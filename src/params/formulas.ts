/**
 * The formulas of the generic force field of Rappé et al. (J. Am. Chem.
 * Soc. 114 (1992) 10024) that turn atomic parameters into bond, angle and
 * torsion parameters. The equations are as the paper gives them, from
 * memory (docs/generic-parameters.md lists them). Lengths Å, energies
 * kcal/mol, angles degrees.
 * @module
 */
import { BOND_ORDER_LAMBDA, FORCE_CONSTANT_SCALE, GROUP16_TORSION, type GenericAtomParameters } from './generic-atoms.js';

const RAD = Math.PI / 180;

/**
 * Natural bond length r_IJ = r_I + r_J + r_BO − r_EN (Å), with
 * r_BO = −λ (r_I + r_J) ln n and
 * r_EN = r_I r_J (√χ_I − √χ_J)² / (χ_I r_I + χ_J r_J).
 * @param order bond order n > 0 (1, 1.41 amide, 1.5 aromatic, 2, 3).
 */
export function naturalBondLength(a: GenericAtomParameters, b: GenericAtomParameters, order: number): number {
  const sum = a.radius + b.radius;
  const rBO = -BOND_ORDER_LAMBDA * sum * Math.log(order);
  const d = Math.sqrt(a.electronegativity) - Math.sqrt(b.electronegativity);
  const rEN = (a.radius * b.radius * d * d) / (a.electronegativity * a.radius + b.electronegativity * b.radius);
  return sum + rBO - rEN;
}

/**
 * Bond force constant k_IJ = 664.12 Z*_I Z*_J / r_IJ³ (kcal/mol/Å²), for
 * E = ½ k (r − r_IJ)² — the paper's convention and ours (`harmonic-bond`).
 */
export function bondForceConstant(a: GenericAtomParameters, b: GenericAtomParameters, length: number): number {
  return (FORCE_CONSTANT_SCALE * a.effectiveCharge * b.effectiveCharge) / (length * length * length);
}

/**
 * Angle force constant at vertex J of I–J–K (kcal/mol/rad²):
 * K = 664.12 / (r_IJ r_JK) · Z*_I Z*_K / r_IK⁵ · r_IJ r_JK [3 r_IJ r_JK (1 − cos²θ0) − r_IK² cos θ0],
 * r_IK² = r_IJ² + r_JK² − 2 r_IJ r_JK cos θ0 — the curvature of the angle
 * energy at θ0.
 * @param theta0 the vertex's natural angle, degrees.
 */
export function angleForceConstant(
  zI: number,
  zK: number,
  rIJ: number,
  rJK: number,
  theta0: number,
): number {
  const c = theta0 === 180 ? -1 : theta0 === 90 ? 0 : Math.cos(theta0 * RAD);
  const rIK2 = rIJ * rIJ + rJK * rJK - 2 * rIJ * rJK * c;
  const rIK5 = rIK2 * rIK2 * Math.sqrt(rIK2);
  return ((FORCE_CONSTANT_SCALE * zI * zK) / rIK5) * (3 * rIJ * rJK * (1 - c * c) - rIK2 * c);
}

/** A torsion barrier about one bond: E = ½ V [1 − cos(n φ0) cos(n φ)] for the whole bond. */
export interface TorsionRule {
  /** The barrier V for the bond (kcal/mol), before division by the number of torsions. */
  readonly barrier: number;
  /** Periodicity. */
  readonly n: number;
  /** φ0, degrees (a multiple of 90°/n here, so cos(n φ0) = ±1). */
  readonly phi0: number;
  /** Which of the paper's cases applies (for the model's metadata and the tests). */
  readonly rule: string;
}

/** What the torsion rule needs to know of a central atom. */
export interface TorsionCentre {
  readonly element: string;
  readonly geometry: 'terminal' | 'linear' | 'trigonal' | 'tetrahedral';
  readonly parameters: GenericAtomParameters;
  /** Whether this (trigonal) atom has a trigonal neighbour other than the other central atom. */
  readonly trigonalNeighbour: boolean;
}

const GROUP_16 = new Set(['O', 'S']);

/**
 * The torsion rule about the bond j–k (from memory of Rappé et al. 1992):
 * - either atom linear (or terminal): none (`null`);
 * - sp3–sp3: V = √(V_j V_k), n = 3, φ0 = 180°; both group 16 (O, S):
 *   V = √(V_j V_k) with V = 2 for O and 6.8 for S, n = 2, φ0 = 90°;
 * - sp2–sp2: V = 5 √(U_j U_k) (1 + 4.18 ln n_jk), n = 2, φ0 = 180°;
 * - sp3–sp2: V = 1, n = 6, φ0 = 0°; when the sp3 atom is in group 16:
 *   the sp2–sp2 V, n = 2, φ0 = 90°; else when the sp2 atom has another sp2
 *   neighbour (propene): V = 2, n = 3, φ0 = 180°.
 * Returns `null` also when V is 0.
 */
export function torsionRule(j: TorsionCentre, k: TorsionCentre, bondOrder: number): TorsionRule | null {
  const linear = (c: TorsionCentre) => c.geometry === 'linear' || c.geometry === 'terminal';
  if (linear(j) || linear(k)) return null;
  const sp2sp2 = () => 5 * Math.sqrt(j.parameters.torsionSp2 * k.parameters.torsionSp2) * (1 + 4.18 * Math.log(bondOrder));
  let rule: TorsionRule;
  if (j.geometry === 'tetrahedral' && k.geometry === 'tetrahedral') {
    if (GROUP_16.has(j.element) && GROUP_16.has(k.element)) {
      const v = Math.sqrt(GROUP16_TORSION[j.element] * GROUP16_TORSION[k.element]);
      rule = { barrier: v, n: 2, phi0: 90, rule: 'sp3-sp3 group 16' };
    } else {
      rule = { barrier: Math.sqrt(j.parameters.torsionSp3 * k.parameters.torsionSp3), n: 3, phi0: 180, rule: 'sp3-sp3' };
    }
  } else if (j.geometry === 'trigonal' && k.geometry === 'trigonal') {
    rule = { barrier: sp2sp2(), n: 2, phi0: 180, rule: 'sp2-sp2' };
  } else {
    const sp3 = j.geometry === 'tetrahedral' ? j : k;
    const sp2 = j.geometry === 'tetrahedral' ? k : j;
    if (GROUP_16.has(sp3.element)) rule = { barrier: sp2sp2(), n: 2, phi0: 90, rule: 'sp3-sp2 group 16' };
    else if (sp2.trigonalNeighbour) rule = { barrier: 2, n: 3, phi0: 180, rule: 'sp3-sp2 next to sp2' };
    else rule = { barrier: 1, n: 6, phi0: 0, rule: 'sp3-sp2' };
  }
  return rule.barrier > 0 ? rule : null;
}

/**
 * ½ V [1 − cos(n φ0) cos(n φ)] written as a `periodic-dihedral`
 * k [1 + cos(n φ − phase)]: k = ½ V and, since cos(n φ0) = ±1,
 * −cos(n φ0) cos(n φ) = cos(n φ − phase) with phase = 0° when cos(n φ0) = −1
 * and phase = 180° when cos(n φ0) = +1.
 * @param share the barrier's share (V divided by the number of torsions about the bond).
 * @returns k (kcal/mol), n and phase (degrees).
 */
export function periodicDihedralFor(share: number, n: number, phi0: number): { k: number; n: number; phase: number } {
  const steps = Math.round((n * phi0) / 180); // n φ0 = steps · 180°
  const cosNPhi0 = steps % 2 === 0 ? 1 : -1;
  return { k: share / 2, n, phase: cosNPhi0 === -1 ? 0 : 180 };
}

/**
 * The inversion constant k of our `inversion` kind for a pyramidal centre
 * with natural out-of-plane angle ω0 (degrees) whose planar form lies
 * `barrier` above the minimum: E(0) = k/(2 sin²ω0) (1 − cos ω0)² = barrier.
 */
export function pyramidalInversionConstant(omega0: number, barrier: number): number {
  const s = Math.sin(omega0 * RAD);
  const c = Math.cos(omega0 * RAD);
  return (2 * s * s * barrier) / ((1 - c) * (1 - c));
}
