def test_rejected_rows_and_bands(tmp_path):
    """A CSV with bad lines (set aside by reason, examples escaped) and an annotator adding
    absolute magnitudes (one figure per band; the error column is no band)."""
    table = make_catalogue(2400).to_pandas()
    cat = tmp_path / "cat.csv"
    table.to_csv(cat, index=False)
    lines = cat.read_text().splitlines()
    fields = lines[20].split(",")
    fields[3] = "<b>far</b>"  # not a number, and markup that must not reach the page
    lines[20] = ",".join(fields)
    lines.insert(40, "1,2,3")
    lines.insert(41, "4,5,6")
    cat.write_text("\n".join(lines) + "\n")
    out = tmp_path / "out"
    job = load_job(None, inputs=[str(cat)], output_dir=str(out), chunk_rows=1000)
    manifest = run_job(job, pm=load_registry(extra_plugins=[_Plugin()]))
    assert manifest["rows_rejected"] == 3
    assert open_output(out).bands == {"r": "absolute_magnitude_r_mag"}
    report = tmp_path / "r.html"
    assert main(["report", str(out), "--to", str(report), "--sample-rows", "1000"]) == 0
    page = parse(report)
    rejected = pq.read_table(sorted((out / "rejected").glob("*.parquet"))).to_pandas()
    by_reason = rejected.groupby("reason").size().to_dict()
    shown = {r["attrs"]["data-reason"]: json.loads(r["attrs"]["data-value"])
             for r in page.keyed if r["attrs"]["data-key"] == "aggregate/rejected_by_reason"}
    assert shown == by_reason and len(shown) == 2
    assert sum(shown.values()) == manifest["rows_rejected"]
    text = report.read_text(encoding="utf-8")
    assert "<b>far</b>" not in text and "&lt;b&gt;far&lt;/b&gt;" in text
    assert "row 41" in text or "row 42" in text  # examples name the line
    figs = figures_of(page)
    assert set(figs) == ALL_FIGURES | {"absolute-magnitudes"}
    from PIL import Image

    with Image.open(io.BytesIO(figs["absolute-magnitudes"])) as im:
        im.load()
-*-
- [Work to be completed]: Among the records above, extract exactly the lines from the line with "natural angle, degrees." to the line with "readonly rule: string;", both lines included, and leave out the rest.

- [Exercise solution]:
 * @param theta0 the vertex's natural angle, degrees.
 */
export function angleForceConstant(
  zI: number,
  zK: number,
  rIJ: number,
  rJK: number,
  theta0: number,
): number {
  const c = theta0 === 180 ? -1 : theta0 === 90 ? 0 : Math.cos(theta0 * RAD);
  const rIK2 = rIJ * rIJ + rJK * rJK - 2 * rIJ * rJK * c;
  const rIK5 = rIK2 * rIK2 * Math.sqrt(rIK2);
  return ((FORCE_CONSTANT_SCALE * zI * zK) / rIK5) * (3 * rIJ * rJK * (1 - c * c) - rIK2 * c);
}

/** A torsion barrier about one bond: E = ½ V [1 − cos(n φ0) cos(n φ)] for the whole bond. */
export interface TorsionRule {
  /** The barrier V for the bond (kcal/mol), before division by the number of torsions. */
  readonly barrier: number;
  /** Periodicity. */
  readonly n: number;
  /** φ0, degrees (a multiple of 90°/n here, so cos(n φ0) = ±1). */
  readonly phi0: number;
  /** Which of the paper's cases applies (for the model's metadata and the tests). */
  readonly rule: string;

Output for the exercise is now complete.